→ **Problem details**
Everything from the first line of the material below through the line containing "use thiserror::Error;" must be retyped exactly, and nothing past it.

◇ ◇ ◇ ◇ ◇

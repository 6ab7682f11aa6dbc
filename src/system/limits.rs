//! The permitted range of every input, declared once: files, fields and checks all read it here.

use crate::physics::star::{END_YR, MASS_RANGE_MSUN, METALLICITY_RANGE_DEX};
use crate::units::entry::EntryKind;
use crate::units::number_text::number;
use thiserror::Error;

/// An input quantity: its key in files, its name for people, its permitted range.
#[derive(Debug, PartialEq)]
pub struct Limit {
    /// Key with unit suffix, as scenario files and errors write it.
    pub key: &'static str,
    /// Name for people.
    pub name: &'static str,
    /// Smallest permitted value, in the unit of the key.
    pub lowest: f64,
    /// Largest permitted value, in the unit of the key.
    pub highest: f64,
    /// How the value is typed and which unit it is kept in.
    pub entry: EntryKind,
    /// One sentence that says what the quantity is.
    pub meaning: &'static str,
}

/// A value outside its permitted range.
#[derive(Clone, Debug, Error, PartialEq)]
#[error("{key} is {value}, allowed {allowed}")]
pub struct OutOfLimit {
    /// Key of the quantity.
    pub key: &'static str,
    /// The value as given.
    pub value: f64,
    /// The permitted range in words.
    pub allowed: String,
}

impl Limit {
    /// Passes a permitted value on.
    ///
    /// # Errors
    /// [`OutOfLimit`] when the value is outside the range or not a number.
    pub fn check(&self, value: f64) -> Result<f64, OutOfLimit> {
        if value >= self.lowest && value <= self.highest {
            return Ok(value);
        }
        Err(OutOfLimit { key: self.key, value, allowed: self.allowed() })
    }

    /// A value some steps of an arrow key further, within the range and with at most four digits.
    ///
    /// A step is a hundredth of the value; where the range holds zero, a five-hundredth of the range.
    #[must_use]
    pub fn nudged(&self, value: f64, steps: f64) -> f64 {
        let moved = if self.lowest > 0.0 {
            value * STEP_RATIO.powf(steps)
        } else {
            value + steps * (self.highest - self.lowest) / STEPS_OF_RANGE
        };
        // Ten digits below the largest the last one is noise of the arithmetic.
        let scale = moved.abs().max(1e-9 * (self.highest - self.lowest));
        let unit = 10_f64.powf(scale.log10().floor() - 3.0);
        ((moved / unit).round() * unit).clamp(self.lowest, self.highest)
    }

    /// The permitted range in words, with its unit: `0.35 to 100 M☉`.
    #[must_use]
    pub fn allowed(&self) -> String {
        let unit = self.entry.symbol();
        let gap = if unit.is_empty() { "" } else { " " };
        format!("{} to {}{gap}{unit}", bound(self.lowest), bound(self.highest))
    }
}

/// One step of a value that is never zero.
const STEP_RATIO: f64 = 1.01;
/// Steps from end to end of a range that holds zero.
const STEPS_OF_RANGE: f64 = 500.0;

/// A bound as a person would write it: no trailing zeros.
fn bound(value: f64) -> String {
    if value != 0.0 && !(1e-4..1e6).contains(&value.abs()) {
        number(value, 1)
    } else {
        format!("{value}").replace('-', "−")
    }
}

/// Mass of the star at birth.
pub const STAR_MASS: Limit = Limit {
    key: "mass_msun",
    name: "Mass",
    lowest: MASS_RANGE_MSUN.0,
    highest: MASS_RANGE_MSUN.1,
    entry: EntryKind::MassMsun,
    meaning: "Mass of the star when it reaches the main sequence.",
};
/// Metallicity of the star.
pub const METALLICITY: Limit = Limit {
    key: "metallicity_dex",
    name: "Metallicity",
    lowest: METALLICITY_RANGE_DEX.0,
    highest: METALLICITY_RANGE_DEX.1,
    entry: EntryKind::AbundanceDex,
    meaning: "Share of elements heavier than helium, as the logarithm of its ratio to the Sun's, [Fe/H].",
};
/// Present age of the star.
pub const PRESENT_AGE: Limit = Limit {
    key: "present_age_yr",
    name: "Present age",
    lowest: 0.0,
    highest: END_YR,
    entry: EntryKind::SpanYr,
    meaning: "Time since the star reached the main sequence, at the moment the scenario calls now.",
};
/// Semi-major axis of a planet's orbit.
pub const SEMI_MAJOR_AXIS: Limit = Limit {
    key: "semi_major_axis_au",
    name: "Semi-major axis",
    lowest: 1e-4,
    highest: 1e5,
    entry: EntryKind::DistanceAu,
    meaning: "Half the long axis of the orbit when the star reaches the main sequence.",
};
/// Eccentricity of a planet's orbit.
pub const ECCENTRICITY: Limit = Limit {
    key: "eccentricity",
    name: "Eccentricity",
    lowest: 0.0,
    highest: 0.99,
    entry: EntryKind::Plain,
    meaning: "How far the orbit is from a circle: 0 is a circle.",
};
/// Mass of a planet.
pub const PLANET_MASS: Limit = Limit {
    key: "mass_mearth",
    name: "Mass",
    lowest: 1e-6,
    highest: 4200.0,
    entry: EntryKind::MassMearth,
    meaning: "Mass of the planet; above about 4200 Earth masses a body burns deuterium and is no planet.",
};
/// Radius of a planet.
pub const PLANET_RADIUS: Limit = Limit {
    key: "radius_rearth",
    name: "Radius",
    lowest: 0.01,
    highest: 30.0,
    entry: EntryKind::RadiusRearth,
    meaning: "Radius of the planet.",
};
/// Bond albedo of a planet.
pub const BOND_ALBEDO: Limit = Limit {
    key: "bond_albedo",
    name: "Bond albedo",
    lowest: 0.0,
    highest: 1.0,
    entry: EntryKind::Plain,
    meaning: "Share of all starlight that the planet throws back.",
};
/// Infrared emissivity of a planet.
pub const EMISSIVITY: Limit = Limit {
    key: "emissivity",
    name: "Emissivity",
    lowest: 0.1,
    highest: 1.0,
    entry: EntryKind::Plain,
    meaning: "How well the planet radiates heat, against a perfect radiator.",
};
/// Warming of a fixed-increment greenhouse.
pub const GREENHOUSE_INCREMENT: Limit = Limit {
    key: "increment_k",
    name: "Increment",
    lowest: -300.0,
    highest: 2000.0,
    entry: EntryKind::TemperatureDifferenceK,
    meaning: "Surface minus equilibrium temperature, held fixed.",
};
/// Infrared optical depth of a grey greenhouse.
pub const OPTICAL_DEPTH: Limit = Limit {
    key: "optical_depth",
    name: "Optical depth",
    lowest: 0.0,
    highest: 1e6,
    entry: EntryKind::Plain,
    meaning: "Infrared optical depth of the air, held fixed.",
};

/// Pressure of a planet's air.
pub const SURFACE_PRESSURE: Limit = Limit {
    key: "surface_pressure_bar",
    name: "Pressure",
    lowest: 1e-6,
    highest: 1000.0,
    entry: EntryKind::PressureBar,
    meaning: "Pressure of the air at the ground, held fixed; it makes the sky.",
};

/// Mean temperature that rocks and volcanoes hold.
pub const REGULATED_MEAN: Limit = Limit {
    key: "mean_k",
    name: "Held mean",
    lowest: 275.0,
    highest: 310.0,
    entry: EntryKind::TemperatureK,
    meaning: "Mean surface temperature that weathering and volcanoes hold by adjusting carbon dioxide, as long as they can.",
};
/// Partial pressure of carbon dioxide.
pub const CARBON_DIOXIDE: Limit = Limit {
    key: "carbon_dioxide_bar",
    name: "CO₂",
    lowest: 1e-4,
    highest: 3.0,
    entry: EntryKind::PressureBar,
    meaning: "Partial pressure of carbon dioxide, held fixed; 0.00028 bar on the Earth before industry.",
};
/// Water of a planet.
pub const WATER: Limit = Limit {
    key: "water_oceans",
    name: "Water, oceans",
    lowest: 1e-3,
    highest: 1000.0,
    entry: EntryKind::Plain,
    meaning: "Water at the start, in oceans of the Earth (1.4 × 10²¹ kg).",
};
/// Tilt of a planet's axis.
pub const OBLIQUITY: Limit = Limit {
    key: "obliquity_deg",
    name: "Axial tilt",
    lowest: 0.0,
    highest: 90.0,
    entry: EntryKind::AngleDeg,
    meaning: "Tilt of the axis against the orbit.",
};
/// Heat transport between latitudes.
pub const HEAT_TRANSPORT: Limit = Limit {
    key: "heat_transport_w_m2_k",
    name: "Heat transport",
    lowest: 0.3,
    highest: 3.0,
    entry: EntryKind::Plain,
    meaning: "Heat that air and sea carry between latitudes, W m⁻² K⁻¹; 0.565 on the Earth, more under denser air or a longer day.",
};
/// Age at which a planet has its ocean.
pub const OCEAN_AFTER: Limit = Limit {
    key: "ocean_after_yr",
    name: "Ocean after",
    lowest: 0.0,
    highest: 1e12,
    entry: EntryKind::SpanYr,
    meaning: "Age of the star when the planet has its ocean; climate and loss of water begin then.",
};
/// Length of a planet's first day.
pub const INITIAL_DAY: Limit = Limit {
    key: "initial_day_h",
    name: "First day",
    lowest: 1.0,
    highest: 1e5,
    entry: EntryKind::DayH,
    meaning: "Length of the day when the star reaches the main sequence, from which tides slow the turning.",
};
/// A surface temperature whose first and last moment are dated.
pub const MARKED_TEMPERATURE: Limit = Limit {
    key: "marked_temperature_k",
    name: "Marked temp.",
    lowest: 3.0,
    highest: 10_000.0,
    entry: EntryKind::TemperatureK,
    meaning: "Mean surface temperature whose first and last moment the chronicle dates.",
};

/// Every limit, for tables in documents and tests.
pub const ALL: [&Limit; 20] = [
    &STAR_MASS,
    &METALLICITY,
    &PRESENT_AGE,
    &SEMI_MAJOR_AXIS,
    &ECCENTRICITY,
    &PLANET_MASS,
    &PLANET_RADIUS,
    &BOND_ALBEDO,
    &EMISSIVITY,
    &GREENHOUSE_INCREMENT,
    &OPTICAL_DEPTH,
    &SURFACE_PRESSURE,
    &REGULATED_MEAN,
    &CARBON_DIOXIDE,
    &WATER,
    &OBLIQUITY,
    &HEAT_TRANSPORT,
    &OCEAN_AFTER,
    &INITIAL_DAY,
    &MARKED_TEMPERATURE,
];

/// Most planets a system may hold.
pub const MOST_PLANETS: usize = 24;
/// Longest name, in characters.
pub const LONGEST_NAME: usize = 60;

#[cfg(test)]
mod tests {
    use super::*;

    #[test]
    fn a_range_reads_like_a_sentence() {
        assert_eq!(METALLICITY.allowed(), "−2 to 0.2 dex");
        assert_eq!(BOND_ALBEDO.allowed(), "0 to 1");
        assert_eq!(PRESENT_AGE.allowed(), "0 to 1 × 10¹⁴ yr");
        let error = BOND_ALBEDO.check(1.4).expect_err("more than all light");
        assert_eq!(error.to_string(), "bond_albedo is 1.4, allowed 0 to 1");
    }

    #[test]
    fn nothing_that_is_not_a_number_passes() {
        for limit in ALL {
            assert!(limit.check(f64::NAN).is_err(), "{}", limit.key);
            assert!(limit.lowest < limit.highest);
            assert_eq!(limit.check(limit.lowest), Ok(limit.lowest));
        }
    }

    #[test]
    fn steps_stay_in_the_range_and_come_back() {
        for limit in ALL {
            for start in [limit.lowest, 0.5 * (limit.lowest + limit.highest), limit.highest] {
                for steps in [-1.0, -0.1, 0.1, 1.0, 25.0] {
                    let moved = limit.nudged(start, steps);
                    assert!(limit.check(moved).is_ok(), "{}: {start} by {steps} gives {moved}", limit.key);
                    assert!(
                        (moved - start) * steps >= 0.0 || (moved - start).abs() < 1e-3 * start.abs(),
                        "{}",
                        limit.key
                    );
                }
            }
        }
        assert_eq!(STAR_MASS.nudged(1.0, 1.0), 1.01);
        assert!((STAR_MASS.nudged(1.01, -1.0) - 1.0).abs() < 1e-12);
    }
}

◇ ◇ ◇ ◇ ◇

→ **Result for this exercise**
repository 6ab7682f11aa6dbc
filename src/system/limits.rs
//! The permitted range of every input, declared once: files, fields and checks all read it here.

use crate::physics::star::{END_YR, MASS_RANGE_MSUN, METALLICITY_RANGE_DEX};
use crate::units::entry::EntryKind;
use crate::units::number_text::number;
use thiserror::Error;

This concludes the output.